# EXERCISE
Keep only those lines of the records that include the string "decoded".

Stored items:

··········

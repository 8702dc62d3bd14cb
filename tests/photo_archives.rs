//! Photo archives: palettes from any table, colour-managed input, metadata carried, the
//! loss map and the review page, checked against values computed outside the project.

#[allow(dead_code)]
#[path = "common/artwork.rs"]
mod artwork;
mod common;

use chromasift::learn::read_palette;
use common::{fixture, read_csv, run, stderr};

/// sRGB8 colours with their CIELAB (D65) from colour-science 0.4.7
/// (`fixtures/reference/srgb_to_lab_derived_matrix.csv`, made by
/// `tests/reference/make_fixtures.py`).
fn reference_colours() -> Vec<([u8; 3], [f64; 3])> {
    let (header, rows) = read_csv("reference/srgb_to_lab_derived_matrix.csv");
    let at = |n: &str| header.iter().position(|h| h == n).unwrap();
    let (r, g, b, l, a, bb) = (at("r"), at("g"), at("b"), at("L"), at("a"), at("b_"));
    rows.iter()
        .map(|row| {
            let c = [r, g, b].map(|i| row[i].parse::<u8>().unwrap());
            let lab = [l, a, bb].map(|i| row[i].parse::<f64>().unwrap());
            (c, lab)
        })
        .collect()
}

fn hex(c: [u8; 3]) -> String {
    format!("#{:02x}{:02x}{:02x}", c[0], c[1], c[2])
}

/// Distinct colours of the reference set (a palette holds each colour once).
fn distinct_reference() -> Vec<([u8; 3], [f64; 3])> {
    let mut seen = std::collections::HashSet::new();
    reference_colours()
        .into_iter()
        .filter(|(c, _)| seen.insert(*c))
        .collect()
}

#[test]
fn palettes_are_read_from_tables_lists_and_json_arrays() {
    let dir = tempfile::tempdir().unwrap();
    let refs = distinct_reference();
    let want: Vec<[u8; 3]> = refs.iter().map(|(c, _)| *c).collect();
    // A CSV with both columns, the CIELAB from colour-science: every row agrees.
    let mut both = String::from("name,hex,L,a,b\n");
    // Only CIELAB: each row is read as its nearest sRGB colour, which must be the colour
    // colour-science computed the value from.
    let mut lab_only = String::from("L,a,b\n");
    // A plain list with comments, and a JSON array.
    let mut list = String::from("# brand colours\n\n// from the reference set\n");
    let mut json = Vec::new();
    for (i, (c, lab)) in refs.iter().enumerate() {
        both.push_str(&format!(
            "colour {i},{},{},{},{}\n",
            hex(*c),
            lab[0],
            lab[1],
            lab[2]
        ));
        lab_only.push_str(&format!("{},{},{}\n", lab[0], lab[1], lab[2]));
        list.push_str(&format!("{} colour {i}\n", hex(*c)));
        json.push(serde_json::json!({"hex": hex(*c), "L": lab[0], "a": lab[1], "b": lab[2]}));
    }
    for (name, text) in [
        ("both.csv", both),
        ("lab.csv", lab_only),
        ("list.txt", list),
        ("array.json", serde_json::to_string(&json).unwrap()),
    ] {
        let p = dir.path().join(name);
        std::fs::write(&p, text).unwrap();
        let pal = read_palette(&p).unwrap_or_else(|e| panic!("{name}: {e}"));
        assert_eq!(pal.colours, want, "{name}");
    }
}

#[test]
fn a_row_whose_hex_and_lab_disagree_is_refused_with_both_values() {
    let dir = tempfile::tempdir().unwrap();
    let refs = distinct_reference();
    let mut text = String::from("name,hex,L,a,b\n");
    for (i, (c, lab)) in refs.iter().take(5).enumerate() {
        // Row 4 (line 5) has its L raised by 3: ΔE2000 about 2 or more, over the 1.0 allowed.
        let l = if i == 3 { lab[0] + 3.0 } else { lab[0] };
        text.push_str(&format!("c{i},{},{l},{},{}\n", hex(*c), lab[1], lab[2]));
    }
    let p = dir.path().join("edited.csv");
    std::fs::write(&p, &text).unwrap();
    let e = read_palette(&p).unwrap_err().to_string();
    let (c, lab) = refs[3];
    assert!(e.contains("edited.csv") && e.contains("line 5"), "{e}");
    assert!(e.contains(&hex(c)), "{e}");
    assert!(e.contains(&format!("{:.2}", lab[0] + 3.0)), "{e}");

    // The same through the command line: one line, exit status 2, nothing written.
    let out = dir.path().join("out");
    let img = fixture("demo/harbour-poster.png");
    let o = run(
        &[
            "apply",
            img.to_str().unwrap(),
            "--palette",
            p.to_str().unwrap(),
            "-o",
            out.to_str().unwrap(),
        ],
        &[],
    );
    assert_eq!(o.status.code(), Some(2), "{}", stderr(&o));
    assert_eq!(stderr(&o).trim().lines().count(), 1, "{}", stderr(&o));
    assert!(stderr(&o).contains("edited.csv"));
    assert!(!out.join("harbour-poster.reduced.png").exists());
}

#[test]
fn apply_batch_and_pins_take_a_list_of_hex_colours() {
    let dir = tempfile::tempdir().unwrap();
    let list = dir.path().join("brand.txt");
    // Five sRGB colours; which ones does not matter to the checks below.
    std::fs::write(&list, "#1d3557\n#e63946\n#f1faee\n#a8dadc\n#457b9d\n").unwrap();
    let img = fixture("demo/harbour-poster.png");
    let out = dir.path().join("a");
    let o = run(
        &[
            "apply",
            img.to_str().unwrap(),
            "--palette",
            list.to_str().unwrap(),
            "-o",
            out.to_str().unwrap(),
        ],
        &[],
    );
    assert_eq!(o.status.code(), Some(0), "{}", stderr(&o));
    let doc: serde_json::Value =
        serde_json::from_slice(&std::fs::read(out.join("harbour-poster.palette.json")).unwrap())
            .unwrap();
    let listed = std::fs::read_to_string(&list).unwrap();
    for c in doc["colors"].as_array().unwrap() {
        assert!(listed.contains(c["hex"].as_str().unwrap()), "{c}");
    }
    // Pinned from the same list: every listed colour is in the fitted palette exactly.
    let out = dir.path().join("p");
    let o = run(
        &[
            "reduce",
            img.to_str().unwrap(),
            "-k",
            "8",
            "--pin-file",
            list.to_str().unwrap(),
            "-o",
            out.to_str().unwrap(),
        ],
        &[],
    );
    assert_eq!(o.status.code(), Some(0), "{}", stderr(&o));
    let doc: serde_json::Value =
        serde_json::from_slice(&std::fs::read(out.join("harbour-poster.palette.json")).unwrap())
            .unwrap();
    let pinned: Vec<&str> = doc["settings"]["pinned"]
        .as_array()
        .unwrap()
        .iter()
        .map(|v| v.as_str().unwrap())
        .collect();
    assert_eq!(pinned.len(), 5);
    for line in listed.lines() {
        assert!(pinned.contains(&line), "{line} not pinned: {pinned:?}");
    }
    // A bad list is one clear error naming the file and the line.
    std::fs::write(&list, "#1d3557\nnavy\n").unwrap();
    let o = run(
        &[
            "reduce",
            img.to_str().unwrap(),
            "--pin-file",
            list.to_str().unwrap(),
            "-o",
            out.to_str().unwrap(),
        ],
        &[],
    );
    assert_eq!(o.status.code(), Some(2));
    let e = stderr(&o);
    assert!(e.contains("brand.txt") && e.contains("line 2"), "{e}");
}

/// Reference CIELAB of the profile fixtures' patches, by colour-science 0.4.7
/// (`fixtures/profiles/lab_reference.csv`, made by
/// `tests/reference/make_profile_fixtures.py`): (space, RGB numbers, CIELAB D65).
fn profile_reference() -> Vec<(String, [u8; 3], [f64; 3])> {
    let (header, rows) = read_csv("profiles/lab_reference.csv");
    let at = |n: &str| header.iter().position(|h| h == n).unwrap();
    rows.iter()
        .map(|r| {
            (
                r[at("space")].clone(),
                [at("r"), at("g"), at("b")].map(|i| r[i].parse().unwrap()),
                [at("L"), at("a"), at("b_")].map(|i| r[i].parse().unwrap()),
            )
        })
        .collect()
}

/// CIELAB of each distinct colour of a decoded image, read through its embedded profile.
fn labs_through_profile(file: &str) -> (String, Vec<([u16; 3], [f64; 3])>) {
    use chromasift::colour::profile::{read_profile, ProfileUse};
    let img = chromasift::raster::decode(&fixture(file), &chromasift::Limits::default()).unwrap();
    let icc = img
        .icc_profile
        .as_deref()
        .unwrap_or_else(|| panic!("{file}: no profile read"));
    let ProfileUse::Convert(p) = read_profile(icc) else {
        panic!("{file}: the profile is not applied");
    };
    let chromasift::raster::Pixels::Rgba8(px) = &img.pixels else {
        panic!("8-bit fixture");
    };
    let h = chromasift::histogram::from_rgba8(px).histogram;
    let (_, labs) = chromasift::features::rows::entry_features_in(
        &h,
        chromasift::colour::Space::Cielab,
        Some(&p),
    );
    (
        p.description.clone(),
        h.colours.iter().copied().zip(labs).collect(),
    )
}

#[test]
fn tagged_images_are_read_through_their_profiles_as_colour_science_computes() {
    let refs = profile_reference();
    // Lossless files hold the patch numbers exactly: CIELAB within 0.05 ΔE2000 (the
    // profile stores its colorants in s15Fixed16 and the curves are evaluated in single
    // precision). The JPEG (quality 95) decodes within a step or two of them: 1.0.
    for (file, space, tolerance) in [
        ("profiles/p3.png", "display-p3", 0.05),
        ("profiles/p3.tif", "display-p3", 0.05),
        ("profiles/p3.webp", "display-p3", 0.05),
        ("profiles/wide.png", "wide-gamut", 0.05),
        ("profiles/p3.jpg", "display-p3", 1.0),
    ] {
        let (description, labs) = labs_through_profile(file);
        assert!(description.starts_with("chromasift test"), "{description}");
        for (_, rgb, want) in refs.iter().filter(|r| r.0 == space) {
            // The decoded colour nearest to the patch's numbers (exact for lossless files).
            let (_, got) = labs
                .iter()
                .min_by_key(|(c, _)| {
                    (0..3)
                        .map(|k| (c[k] as i32 - rgb[k] as i32).pow(2))
                        .sum::<i32>()
                })
                .unwrap();
            let de = artwork::ciede2000(*got, *want);
            assert!(
                de <= tolerance,
                "{file} {rgb:?}: ours {got:?}, colour-science {want:?}, ΔE2000 {de:.3}"
            );
        }
    }
}
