/// A file name that is not UTF-8 still gets outputs, named with U+FFFD where its bytes
/// are invalid.
#[cfg(unix)]
#[test]
fn a_non_utf8_file_name_gets_a_lossy_output_name() {
    use std::os::unix::ffi::OsStrExt;
    let dir = tempfile::tempdir().unwrap();
    let name = std::ffi::OsStr::from_bytes(b"caf\xe9.png");
    let input = dir.path().join(name);
    std::fs::copy(fixture("demo/harbour-poster.png"), &input).unwrap();
    let out = dir.path().join("out");
    let o = Command::new(env!("CARGO_BIN_EXE_chromasift"))
        .arg("reduce")
        .arg(&input)
        .args(["-k", "3", "-o"])
        .arg(&out)
        .output()
        .unwrap();
    assert!(o.status.success(), "{}", stderr(&o));
    assert!(out.join("caf\u{fffd}.reduced.png").is_file());
}

/// `landcover` on a full disk (here a file-size limit, `ulimit -f`, that one of the two
/// rasters passes: since both are compressed, the class raster with its colour table is
/// the larger here) names the file and the cause, not that a writer "stopped early", and
/// leaves nothing behind.
#[test]
fn landcover_names_the_cause_of_a_failed_write() {
    let dir = tempfile::tempdir().unwrap();
    let out = dir.path().join("out");
    let scene = fixture("rasters/utm_u16_4band_strips.tif");
    let bin = env!("CARGO_BIN_EXE_chromasift");
    let o = Command::new("sh")
        .arg("-c")
        .arg(format!(
            "ulimit -f 4; exec '{bin}' landcover '{}' -k 3 -o '{}'",
            scene.display(),
            out.display()
        ))
        .output()
        .unwrap();
    assert_eq!(o.status.code(), Some(2), "{}", stderr(&o));
    let err = stderr(&o);
    assert!(
        (err.contains("uncertainty.tif") || err.contains("classes.tif"))
            && err.contains("too large"),
        "{err}"
    );
    assert!(!err.contains("stopped early"), "{err}");
    assert!(
        common::files_in(&out).is_empty(),
        "{:?}",
        common::files_in(&out)
    );
}

/// `-` means standard input or output wherever a command reads or writes one file:
/// `separate -`, `--inks -`, `--palette -`, `learn -o -`, `histogram -o -`.
#[test]
fn a_dash_is_standard_input_or_output_everywhere() {
    use std::io::Write;
    use std::process::Stdio;
    let dir = tempfile::tempdir().unwrap();
    let bin = env!("CARGO_BIN_EXE_chromasift");
    let poster = fixture("demo/harbour-poster.png");
    let inks = fixture("demo/quayside-inks.csv");
    let piped = |args: &[&str], input: &[u8]| {
        let mut c = Command::new(bin)
            .args(args)
            .stdin(Stdio::piped())
            .stdout(Stdio::piped())
            .stderr(Stdio::piped())
            .spawn()
            .unwrap();
        c.stdin.take().unwrap().write_all(input).unwrap();
        c.wait_with_output().unwrap()
    };
    let out = dir.path().join("plates");
    let o = piped(
        &[
            "separate",
            "-",
            "--inks",
            inks.to_str().unwrap(),
            "-k",
            "3",
            "-o",
            out.to_str().unwrap(),
        ],
        &std::fs::read(&poster).unwrap(),
    );
    assert!(o.status.success(), "{}", stderr(&o));
    assert!(out.join("stdin.separation.json").is_file());
    let out2 = dir.path().join("plates2");
    let o = piped(
        &[
            "separate",
            poster.to_str().unwrap(),
            "--inks",
            "-",
            "-k",
            "3",
            "-o",
            out2.to_str().unwrap(),
        ],
        &std::fs::read(&inks).unwrap(),
    );
    assert!(o.status.success(), "{}", stderr(&o));
    assert!(out2.join("harbour-poster.separation.json").is_file());
    let o = run(
        &["learn", poster.to_str().unwrap(), "-k", "3", "-o", "-"],
        &[],
    );
    assert!(o.status.success(), "{}", stderr(&o));
    let doc: Value = serde_json::from_slice(&o.stdout).unwrap();
    assert_eq!(doc["k"], 3);
    assert!(!Path::new("-").exists());
    let palette = dir.path().join("p.json");
    std::fs::write(&palette, &o.stdout).unwrap();
    let applied = dir.path().join("applied");
    let o = piped(
        &[
            "apply",
            poster.to_str().unwrap(),
            "--palette",
            "-",
            "-o",
            applied.to_str().unwrap(),
        ],
        &std::fs::read(&palette).unwrap(),
    );
    assert!(o.status.success(), "{}", stderr(&o));
    assert!(applied.join("harbour-poster.reduced.png").is_file());
    let o = run(&["histogram", poster.to_str().unwrap(), "-o", "-"], &[]);
    assert!(o.status.success(), "{}", stderr(&o));
    assert!(o.stdout.starts_with(b"CSHIST"));
}

/// `batch --jobs 256` runs at most twice as many workers as cores (and one per 256 MB of
/// available memory), so twelve images fit in a 1 GB address space, where 256 workers
/// each with a 64 MiB colour table would not.
#[test]
fn batch_workers_are_bounded() {
    let root = tempfile::tempdir().unwrap();
    let input = root.path().join("in");
    std::fs::create_dir_all(&input).unwrap();
    for i in 0..12 {
        std::fs::copy(
            fixture("demo/harbour-poster.png"),
            input.join(format!("p{i:02}.png")),
        )
        .unwrap();
    }
    let out = root.path().join("out");
    let o = run_limited(
        1_000_000,
        &[
            "batch",
            input.to_str().unwrap(),
            "-k",
            "4",
            "--jobs",
            "256",
            "-o",
            out.to_str().unwrap(),
        ],
    );
    assert_eq!(o.status.code(), Some(0), "{}", stderr(&o));
    let r: Value =
        serde_json::from_slice(&std::fs::read(out.join("batch-report.json")).unwrap()).unwrap();
    assert_eq!(r["totals"]["ok"], 12);
}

··········

# EXERCISE RESPONSE
/// CIELAB of each distinct colour of a decoded image, read through its embedded profile.
            // The decoded colour nearest to the patch's numbers (exact for lossless files).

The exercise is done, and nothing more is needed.